The Good Old Days
(Photo: U.S. National Archive)
Tucked away in the final quarter of Rep. Paul Ryan's budget
manifesto is yet another proposal for dismantling the legacy of the New Deal and Great Society programs that have been on the right-wing's hit list since they were first enacted. The target this time (p. 41) is food stamps or, as the program is now known, the Supplemental Nutrition Assistance Program. Over the past 47 years, no thanks to the 92 percent of Republicans in Congress who voted against it, the program has prevented massive hunger in America.
Ryan wants to turn SNAP into block grants to the states and let them come up with "innovative approaches to delivering aid." Some of us are old enough and were poor enough in the pre-food stamp era to be on the receiving end of innovative approaches, most of them county-run distributions of inadequate amounts of "surplus" food.
Ryan's block grants would be funded at only 80 percent of the current level of SNAP spending. That means cuts of $127 billion between now and 2021. To achieve that would require dropping millions of low-income Americans from SNAP rolls or cutting their benefits or some combination of both. Ryan doesn't specify. This "reform"—astonishing what gets that label these days—would also impose new restrictions on recipients, including time limits on how long they would be eligible to receive food stamps.
Ryan's argument for wielding the ax on SNAP is the same as for other safety-net expenditures—"relentless and unsustainable growth" that is contributing to the nation's long-term debt. Just one problem. As Dottie Rosenbaum writes here and here at the Center for Budget and Policy Priorities, that argument is baloney.
There is no demographic pressure on the SNAP program as there is with Medicare, Medicaid and Social Security. The rise in SNAP recipients and costs is due to economic conditions. Food prices rose, the recession put millions of people out of work and millions of the formerly middle class into poverty, and the federal Recovery Act provided a temporary boost in SNAP benefits now slated to expire in 2013. Between December 2007 and December 2009, as 8.4 million people lost their jobs and others were forced into part-time work, SNAP's caseload rose by 45 percent and its spending by 102 percent. Although it's expected that the number of recipients will continue to rise slightly throughout 2011 and 2012, the Congressional Budget Office predicts that this will plateau as long as the economy improves, and then begin a downward trend as unemployed people find jobs and lose their need (and eligibility) for food stamps.
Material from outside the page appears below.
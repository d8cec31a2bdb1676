/** How far corridors and fans run, km: 20 to 5,000 nautical miles. */
export const SHORTEST_KM = 37.04;
export const LONGEST_KM = 9260;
Because of its flexibility, the SNAP program has functioned exactly as it was designed to do during the recession and its aftermath. It was pure Keynesianism, putting money into the pockets of people who desperately needed it and who spent it immediately, helping to keep businesses going that otherwise would have been pinched or might have gone bankrupt:
SNAP benefits can be redeemed at any of the more than 200,000 retail outlets in communities across the nation that are authorized to participate in the program. Almost 80 percent of SNAP benefits are redeemed within two weeks of receipt, and 97 percent are spent within a month. Because the benefits quickly reach families and communities in need, and because recipients are highly likely to spend the money quickly, economists view SNAP as one of the most effective forms of economic stimulus during an economic downturn. Mark Zandi, chief economist of Moody’s Analytics, estimates that for every dollar the Recovery Act spent on the temporary increase in SNAP benefits, the Gross Domestic Product increased by $1.72, making it the strongest stimulus provision that Moody’s assessed. The U.S. Department of Agriculture estimates the multiplier at $1.79.
Most SNAP benefits go to families with children, to seniors and people with disabilities, 93 percent of them households below the poverty line, now set at $22,350 for a family of four.
It's no surprise that those who would be hurt worst by cuts in SNAP benefits would be those who can afford it least. And they've already taken hits.
Although some changes have been made in the intervening 15 years, half of the across-the-board food stamp cuts that were a consequence of the 1996 welfare reform law are still with us. There also remain tighter eligibility restrictions for documented immigrants and for out-of-work childless adults. "Once the temporary increase in SNAP benefits from the Recovery Act ends, a typical family will again receive less in SNAP benefits than it would have under food stamp law in effect prior to 1996," Rosenbaum writes.
But, as with so much of Ryan's plan—the Republican plan—previous cuts just aren't enough, whether of taxes for the wealthy or of social spending for everybody else. These guys won't be satisfied until we're back to 1925 in so many, many ways.